Leslie Sabo Jr. returned to his spot defending his corner of the battlefield. “Sabo was able to clear the landing zone, but the 22-year-old soldier paid for that real estate in his own blood,” writes Poole. “For hours, after almost single-handedly preventing the North Vietnamese from wiping out dozens of American soldiers, Sabo was vulnerable while he reloaded. And when the enemy soldiers were able to poke their heads – and their weapons – back into the open, they took advantage of that opportunity. After Sabo stopped shooting, the enemy fired on him, in full view of Koziol, then en route to a field hospital. ‘I saw him when he dropped his rifle, dropped to his knees and fell face first into the dust.’”

It is possible Sabo did not die when Koziol saw him fall. Some time after, a loud explosion was heard. “Throughout most of the afternoon and evening, Sabo had performed one heroic act after another to hold off the North Vietnamese advances,” according to Poole. “The explosion might have been Sabo’s final blow against the enemy. If a wounded Sabo, unable to throw a grenade any significant distance, were able to drag himself toward the enemy position, he would have pulled the pin and let the device ‘cook off’ . . . before dropping it into the bunker. The resulting explosion would not only have killed the enemy, but also Sabo.” Poole believes it might explain why Sabo’s body came home in a bag labeled “Remains Unfit For Viewing.”

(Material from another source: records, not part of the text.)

// The grid's state without a browser: edits recalculate derived figures, undo/redo, fill down,
// paste validation, and the save queue's batching and 409 handling against a stand-in server.
import { describe, expect, it } from 'vitest';
import { GridState, UNDO_LIMIT } from '../../src/lib/components/grid/grid-state.svelte';
import type { ApiAnswer, GridApi } from '../../src/lib/components/grid/save-queue.svelte';
import type { GridVariety } from '../../src/lib/plantings/derive';
import { carrot, planting } from '../helpers/grid-fixture';
import type { PlantingView } from '../../src/lib/types';

const lettuce: GridVariety = {
	...carrot,
	id: 2,
	cropId: 2,
	crop: 'Lettuce',
	family: 'Asteraceae',
	harvestUnit: 'head',
	name: 'Invented Green',
	method: 'transplant',
	daysToMaturity: 30,
	daysInTray: 28,
	inRowSpacingIn: 12,
	rows: 3,
	seedsPerSpot: 1,
	germinationRate: 0.9
};

class FakeApi implements GridApi {
	calls: { kind: string; id?: number; body: unknown }[] = [];
	answer: (kind: string, id: number | undefined, body: unknown) => ApiAnswer = (kind, id, body) =>
		kind === 'create'
			? {
					status: 201,
					body: {
						plantings: (body as Record<string, unknown>[]).map((b, i) => planting(100 + i, b as Partial<PlantingView>))
					}
				}
			: kind === 'remove'
				? { status: 204, body: null }
				: {
						status: 200,
						body: {
							planting: planting(id!, { ...(body as object), version: (body as { version: number }).version + 1 })
						}
					};
	async patch(id: number, body: Record<string, unknown>): Promise<ApiAnswer> {
		this.calls.push({ kind: 'patch', id, body });
		return this.answer('patch', id, body);
	}
	async create(_s: number, rows: Record<string, unknown>[]): Promise<ApiAnswer> {
		this.calls.push({ kind: 'create', body: rows });
		return this.answer('create', undefined, rows);
	}
	async remove(id: number): Promise<ApiAnswer> {
		this.calls.push({ kind: 'remove', id, body: null });
		return this.answer('remove', id, null);
	}
}

function grid(
	plantings = [planting(1), planting(2, { startFt: 60, lengthFt: 40, fieldDate: '2026-05-04' })],
	role: 'owner' | 'crew_lead' | 'share_manager' = 'owner',
	dateLocale?: string
) {
	const api = new FakeApi();
	const g = new GridState(
		{
			plantings,
			varieties: [carrot, lettuce],
			beds: [{ id: 10, name: 'B1', blockId: 1, blockName: 'North', lengthFt: 100 }],
			farm: {
				lastSpringFrost: '2026-05-10',
				firstFallFrost: '2026-10-05',
				latitude: 42,
				turnaroundDays: 7,
				bedFootIncrement: 5
			},
			role,
			seasonId: 1,
			dateLocale
		},
		api,
		{ debounceMs: 60_000 }
	);
	return { g, api };
}
const col = (g: GridState, id: string): number => g.columns.findIndex((c) => c.id === id);

describe('editing a cell', () => {
	it('recalculates first harvest and seeds from the new field date and bed-feet', () => {
		const { g } = grid();
		// 2026-04-20 + 70 days = 2026-06-29 (day length at 42° N in late June is far above 10 h: no allowance).
		expect(g.rows[0].derived?.firstHarvest).toBe('2026-06-29');
		// Seeds: 60 ft × 12 ÷ 1 in = 720 spots × 4 rows = 2,880; × 2 ÷ 0.65 × 1.1 = 9,747.7 → 9,748 (worked example in DEVELOPERS.md).
		expect(g.rows[0].derived?.seed.seeds).toBe(9748);
		g.moveTo(0, col(g, 'lengthFt'));
		g.beginEdit('30');
		expect(g.commitEdit()).toBe(true);
		// 30 ft: 360 spots × 4 = 1,440; × 2 ÷ 0.65 × 1.1 = 4,873.8 → 4,874.
		expect(g.rows[0].derived?.seed.seeds).toBe(4874);
		g.moveTo(0, col(g, 'fieldDate'));
		g.beginEdit('2026-05-01');
		g.commitEdit();
		// 2026-05-01 + 70 days = 2026-07-10; last harvest + 14 − 1 = 2026-07-23.
		expect(g.rows[0].derived?.firstHarvest).toBe('2026-07-10');
		expect(g.rows[0].derived?.lastHarvest).toBe('2026-07-23');
	});
	it('an edit gives the view a new item for the edited row only, and filters still apply after', () => {
		const { g } = grid([
			planting(1),
			planting(2, { startFt: 60, lengthFt: 40 }),
			planting(3, {
				varietyId: 2,
				variety: 'Invented Green',
				crop: 'Lettuce',
				method: 'transplant',
				startFt: 0,
				lengthFt: 30,
				bedId: null,
				bed: null
			})
		]);
		const before = g.view.items;
		g.moveTo(1, col(g, 'lengthFt'));
		g.beginEdit('35');
		expect(g.commitEdit()).toBe(true);
		const after = g.view.items;
		expect(after).toHaveLength(3);
		// Rows 0 and 2 keep their item objects (so their cells are not drawn again); row 1 has a new one.
		expect(after[0]).toBe(before[0]);
		expect(after[2]).toBe(before[2]);
		expect(after[1]).not.toBe(before[1]);
		expect(after[1]).toMatchObject({ kind: 'row', index: 1 });
		expect(after[1].kind === 'row' && after[1].row.values.lengthFt).toBe(35);
		// A filter after the patched view, then none again: the full list comes back, edit included.
		g.filters.crop = 'Lettuce';
		expect(g.view.rows.map((r) => r.key)).toEqual([g.rows[2].key]);
		g.filters.crop = '';
		expect(g.view.rows.map((r) => r.values.lengthFt)).toEqual([60, 35, 30]);
	});

	it("keeps an invalid entry in its cell with the schema's message, changing nothing", () => {
		const { g } = grid();
		g.moveTo(0, col(g, 'rows'));
		g.beginEdit('2.5');
		expect(g.commitEdit()).toBe(false);
		expect(g.rows[0].errors.rows?.message).toBe('Rows must be a whole number.');
		expect(g.rows[0].values.rows).toBe(4);
	});
	it('marks the overlap when two plantings share bed-feet and dates', () => {
		const { g } = grid();
		expect(g.rows[1].conflicts).toEqual([]);
		g.moveTo(1, col(g, 'startFt'));
		g.beginEdit('30');
		g.commitEdit();
		expect(g.rows[0].conflicts.map((c) => c.code)).toContain('overlap');
		expect(g.rows[1].conflicts.map((c) => c.code)).toContain('overlap');
	});
	it('refuses a crew lead the crop and bed-feet but lets them set the status', () => {
		const { g } = grid(undefined, 'crew_lead');
		g.moveTo(0, col(g, 'lengthFt'));
		expect(g.beginEdit('5')).toBe(false);
		g.moveTo(0, col(g, 'status'));
		expect(g.beginEdit('sown')).toBe(true);
		expect(g.commitEdit()).toBe(true);
		expect(g.rows[0].values.status).toBe('sown');
	});
});

describe('undo, redo and fill down', () => {
	it('keeps at least 100 steps and walks them back in order', () => {
		const { g } = grid();
		g.moveTo(0, col(g, 'startFt'));
		for (let i = 1; i <= 120; i++) {
			g.beginEdit(String(i));
			g.commitEdit();
		}
		expect(UNDO_LIMIT).toBeGreaterThanOrEqual(100);
		for (let i = 0; i < 100; i++) g.undo();
		expect(g.rows[0].values.startFt).toBe(20);
		g.redo();
		expect(g.rows[0].values.startFt).toBe(21);
	});
	it("fills the top row's bed-feet into the rows below", () => {
		const { g } = grid([planting(1), planting(2, { lengthFt: 20 }), planting(3, { lengthFt: 25 })]);
		g.moveTo(0, col(g, 'lengthFt'));
		g.moveTo(2, col(g, 'lengthFt'), true);
		g.fillDown();
		expect(g.rows.map((r) => r.values.lengthFt)).toEqual([60, 60, 60]);
		g.undo();
		expect(g.rows.map((r) => r.values.lengthFt)).toEqual([60, 20, 25]);
	});
});

describe('paste', () => {
	it('names each bad cell by row and column and saves the good ones only when confirmed', () => {
		const { g } = grid();
		g.moveTo(0, col(g, 'startFt'));
		const p = g.paste('5\t40\n7\tlots\n');
		expect(p.bad).toEqual([{ row: 2, column: 'Bed-feet', text: 'lots', message: 'Bed-feet must be a number.' }]);
		expect(g.rows[0].values.startFt).toBe(0);
		g.confirmPaste();
		expect(g.rows[0].values.startFt).toBe(5);
		expect(g.rows[0].values.lengthFt).toBe(40);
		expect(g.rows[1].values.startFt).toBe(7);
		expect(g.rows[1].values.lengthFt).toBe(40);
	});
	it('turns rows past the end into new rows, sent in one POST', async () => {
		const { g, api } = grid();
		g.moveTo(1, col(g, 'crop'));
		g.paste('Carrot\nLettuce\nLettuce');
		expect(g.rows).toHaveLength(4);
		expect(g.rows[3].values.method).toBe('transplant');
		await g.save.flush();
		expect(api.calls.filter((c) => c.kind === 'create')).toHaveLength(1);
		expect((api.calls.find((c) => c.kind === 'create')!.body as unknown[]).length).toBe(2);
		expect(g.rows[3].id).toBe(101);
	});

	it('reads dates the way the locale writes them, and says which when day and month could swap', () => {
		// Source: the order comes from Intl.DateTimeFormat (CLDR): en-US writes month/day/year, en-GB day/month/year.
		const { g } = grid();
		g.lookups.locale = 'en-US';
		g.moveTo(0, col(g, 'fieldDate'));
		expect(g.paste('6/24/2026').bad).toEqual([]);
		expect(g.rows[0].values.fieldDate).toBe('2026-06-24');
		const p = g.paste('6/7/2026');
		expect(p.notes).toEqual([
			expect.objectContaining({
				row: 1,
				column: 'Field date',
				message: expect.stringMatching(/read as 7 June 2026 \(month\/day\/year, as en-US/)
			})
		]);
		// Nothing is saved until the reading is confirmed.
		expect(g.rows[0].values.fieldDate).toBe('2026-06-24');
		g.confirmPaste();
		expect(g.rows[0].values.fieldDate).toBe('2026-06-07');
		g.lookups.locale = 'en-GB';
		expect(g.paste('24/06/2026').bad).toEqual([]);
		expect(g.rows[0].values.fieldDate).toBe('2026-06-24');
		expect(g.paste('6/24/2026').bad[0].message).toMatch(/not a real date when read as day\/month\/year/);
	});
	it("reads pasted dates the farm's way (its date style), not the browser's", () => {
		// Source: Intl.DateTimeFormat (CLDR): de-DE writes day.month.year.
		const { g } = grid([planting(1)], 'owner', 'de-DE');
		g.moveTo(0, col(g, 'fieldDate'));
		expect(g.paste('24.6.2026').bad).toEqual([]);
		expect(g.rows[0].values.fieldDate).toBe('2026-06-24');
	});
	it("a new row's bad bed stays empty and a bad date leaves the row out: never the previous row's values", () => {
		const { g } = grid();
		// The last row is in bed B1: the pasted row below it must not take that bed.
		g.moveTo(1, col(g, 'bed'));
		const p = g.paste('B1\nZ9\n');
		expect(p.bad).toEqual([expect.objectContaining({ row: 3, column: 'Bed', text: 'Z9' })]);
		g.confirmPaste();
		expect(g.rows).toHaveLength(3);
		expect(g.rows[2].values.bedId).toBeNull();
		g.moveTo(2, col(g, 'fieldDate'));
		const q = g.paste('2026-05-01\n31/31/2026');
		expect(q.bad.map((b) => b.column)).toEqual(['Field date', '—']);
		g.confirmPaste();
		expect(g.rows).toHaveLength(3);
	});
});

describe('the save queue', () => {
	it('sends only the changed fields with the version, and takes the new version', async () => {
		const { g, api } = grid();
		g.moveTo(0, col(g, 'notes'));
		g.beginEdit('thin at 2 in');
		g.commitEdit();
		expect(g.save.unsaved).toBe(true);
		await g.save.flush();
		expect(api.calls).toEqual([{ kind: 'patch', id: 1, body: { version: 1, notes: 'thin at 2 in' } }]);
		expect(g.rows[0].version).toBe(2);
		expect(g.save.status).toBe('saved');
	});
	it("on 409 shows whose change won and keeps the user's edit to re-apply", async () => {
		const { g, api } = grid();
		api.answer = (kind, id, body) =>
			kind === 'patch' && (body as { version: number }).version === 1
				? {
						status: 409,
						body: {
							message: 'Pat saved first',
							changedBy: 'Pat',
							current: planting(1, { version: 2, notes: 'theirs', updatedBy: 'Pat' })
						}
					}
				: { status: 200, body: { planting: planting(id!, { ...(body as object), version: 3 }) } };
		g.moveTo(0, col(g, 'notes'));
		g.beginEdit('mine');
		g.commitEdit();
		await g.save.flush();
		expect(g.save.status).toBe('failed');
		expect(g.save.conflicts[0].changedBy).toBe('Pat');
		expect(g.save.conflicts[0].mine).toEqual({ notes: 'mine' });
		expect(g.rows[0].values.notes).toBe('theirs');
		g.save.reapply(g.rows[0].key);
		await g.save.flush();
		expect(api.calls.at(-1)).toEqual({ kind: 'patch', id: 1, body: { version: 2, notes: 'mine' } });
		expect(g.rows[0].values.notes).toBe('mine');
		expect(g.save.status).toBe('saved');
	});
	it('keeps a failed save queued and sends it again on retry', async () => {
		const { g, api } = grid();
		api.answer = () => ({ status: 503, body: { message: 'down' } });
		g.moveTo(0, col(g, 'notes'));
		g.beginEdit('x');
		g.commitEdit();
		await g.save.flush();
		expect(g.save.status).toBe('failed');
		expect(g.save.pending).toBe(1);
		api.answer = (_k, id, body) => ({
			status: 200,
			body: { planting: planting(id!, { ...(body as object), version: 2 }) }
		});
		await g.save.retry();
		expect(g.save.status).toBe('saved');
		expect(api.calls).toHaveLength(2);
	});
	it('removes a row with DELETE and undo sends it back as a new row', async () => {
		const { g, api } = grid();
		g.moveTo(0, 0);
		g.removeSelected();
		await g.save.flush();
		expect(api.calls[0]).toEqual({ kind: 'remove', id: 1, body: null });
		g.undo();
		await g.save.flush();
		expect(api.calls[1].kind).toBe('create');
		expect(g.rows).toHaveLength(2);
	});
});

describe('grouping', () => {
	it('totals bed-feet, seed grams and yield per group', () => {
		const { g } = grid([
			planting(1),
			planting(2, { varietyId: 2, method: 'transplant', lengthFt: 20 }),
			planting(3, { lengthFt: 30, startFt: 60 })
		]);
		g.groupBy = 'crop';
		const groups = g.view.items.filter((i) => i.kind === 'group');
		expect(groups.map((x) => x.kind === 'group' && x.label)).toEqual(['Carrot', 'Lettuce']);
		const carrotTotals = groups[0].kind === 'group' ? groups[0].totals : null;
		// 60 ft + 30 ft; yield 60 × 1.5 + 30 × 1.5 = 135 lb.
		expect(carrotTotals?.bedFeet).toBe(90);
		expect(carrotTotals?.yield).toEqual({ lb: 135 });
	});
});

The next day, after the battlefield was cleared, they found Sabo’s body. Sabo and the others were placed in bags and loaded on a helicopter. “As [Rick] Brown and [Mike ‘Tex’] Bowman lifted the man whose sacrifice saved so many lives, Sabo’s body broke in half – in death, his body was beyond wounded, it was irretrievably damaged.”

News of Sabo’s death devastated his wife and the rest of his family. “I couldn’t have asked for anyone better,” said his widow Rose. “I just wish I could have had children with him.”

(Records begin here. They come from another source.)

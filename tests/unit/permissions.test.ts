// The README's "Who does what" table and src/lib/permissions.ts say the same: every action
// appears once, with a mark under exactly the roles the table allows.
import { readFileSync } from 'node:fs';
import { describe, expect, it } from 'vitest';
import { can, permissions, type Action } from '$lib/permissions';
import { roles, roleLabels } from '$lib/roles';
import { editableFields, plantingFieldNames, recordFields } from '$lib/schemas/planting';

function readmeTable(): { header: string[]; rows: string[][] } {
	const readme = readFileSync(new URL('../../README.md', import.meta.url), 'utf8');
	const cells = (l: string) =>
		l
			.split('|')
			.slice(1, -1)
			.map((c) => c.trim());
	const table: string[][] = [];
	for (const line of readme.slice(readme.indexOf('## Who does what')).split('\n').slice(1)) {
		if (line.startsWith('|')) table.push(cells(line));
		else if (table.length) break;
	}
	return { header: table[0], rows: table.slice(2) };
}

describe('permissions', () => {
	const { header, rows } = readmeTable();

	it('the README table has one column per role', () => {
		expect(header.slice(1)).toEqual(roles.map((r) => roleLabels[r].toLowerCase()));
	});

	it('names every action of the table once, and no other', () => {
		const named = rows.map((r) => r[0].match(/\(`([a-z.]+)`\)$/)?.[1]);
		expect(named.every(Boolean)).toBe(true);
		expect([...named].sort()).toEqual(Object.keys(permissions).sort());
	});

	for (const row of rows) {
		const action = row[0].match(/\(`([a-z.]+)`\)$/)?.[1] as Action;
		it(`marks ${action} for exactly the roles that may take it`, () => {
			roles.forEach((role, i) =>
				expect({ role, marked: row[i + 1] === '✓' }).toEqual({ role, marked: can(role, action) })
			);
		});
	}

	it("gives the planting's editable fields by permission: all to plan.edit, the record to planting.record, none otherwise", () => {
		for (const role of roles) {
			const fields = editableFields(role);
			if (can(role, 'plan.edit')) expect(fields).toEqual(plantingFieldNames);
			else if (can(role, 'planting.record')) expect(fields).toEqual(recordFields);
			else expect(fields).toEqual([]);
		}
		expect(editableFields('crew_lead')).toEqual([
			'status',
			'actualTraySowDate',
			'actualFieldDate',
			'actualFirstHarvest',
			'actualLastHarvest',
			'notes'
		]);
		expect(editableFields('share_manager')).toEqual([]);
	});
});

Despite his heroic actions and the issuance of several medals to the members of Bravo Company, there was no medal for Sabo. From a hospital bed, George Koziol wrote a short report he hoped would lead to a Medal of Honor for Sabo. “That piece of paper, which landed on [Bravo Company leader Captain Jim] Waybright’s desk, would have been personally momentous to Sabo’s family and comrades,” writes Poole. “It was the likely reason the Army was sparse with details regarding Sabo’s death, and, when U.S. Defense Department officials never completed that investigation, the reason why people who knew him best in peacetime were deprived of the true stories about his heroism.”

More than 40 years would pass before that investigation into Sabo’s actions was completed, prompted by the work of Alton Mabb Jr., a columnist for Screaming Eagle magazine, which publishes articles about the 101st Airborne Division. He found a thick file on Sabo while conducting research in the National Archives at the University of Maryland. Mabb enlisted the help of Rep. Corrine Brown and the surviving members of the Mother’s Day Ambush. Although George Koziol helped in the effort, he and Leslie Sabo’s parents did not live to see Sabo awarded the Medal of Honor.

Finally, on May 16, 2012, President Barack Obama awarded Leslie Sabo Jr. the Medal of Honor posthumously in a ceremony attended by Rose Sabo Brown and the surviving members of Bravo Company who had fought alongside Sabo more than 42 years before. Addressing the audience, Obama said, “Today is a solemn reminder that when an American does not come home from war, it is our military families and veterans who bear those sacrifices for a lifetime.”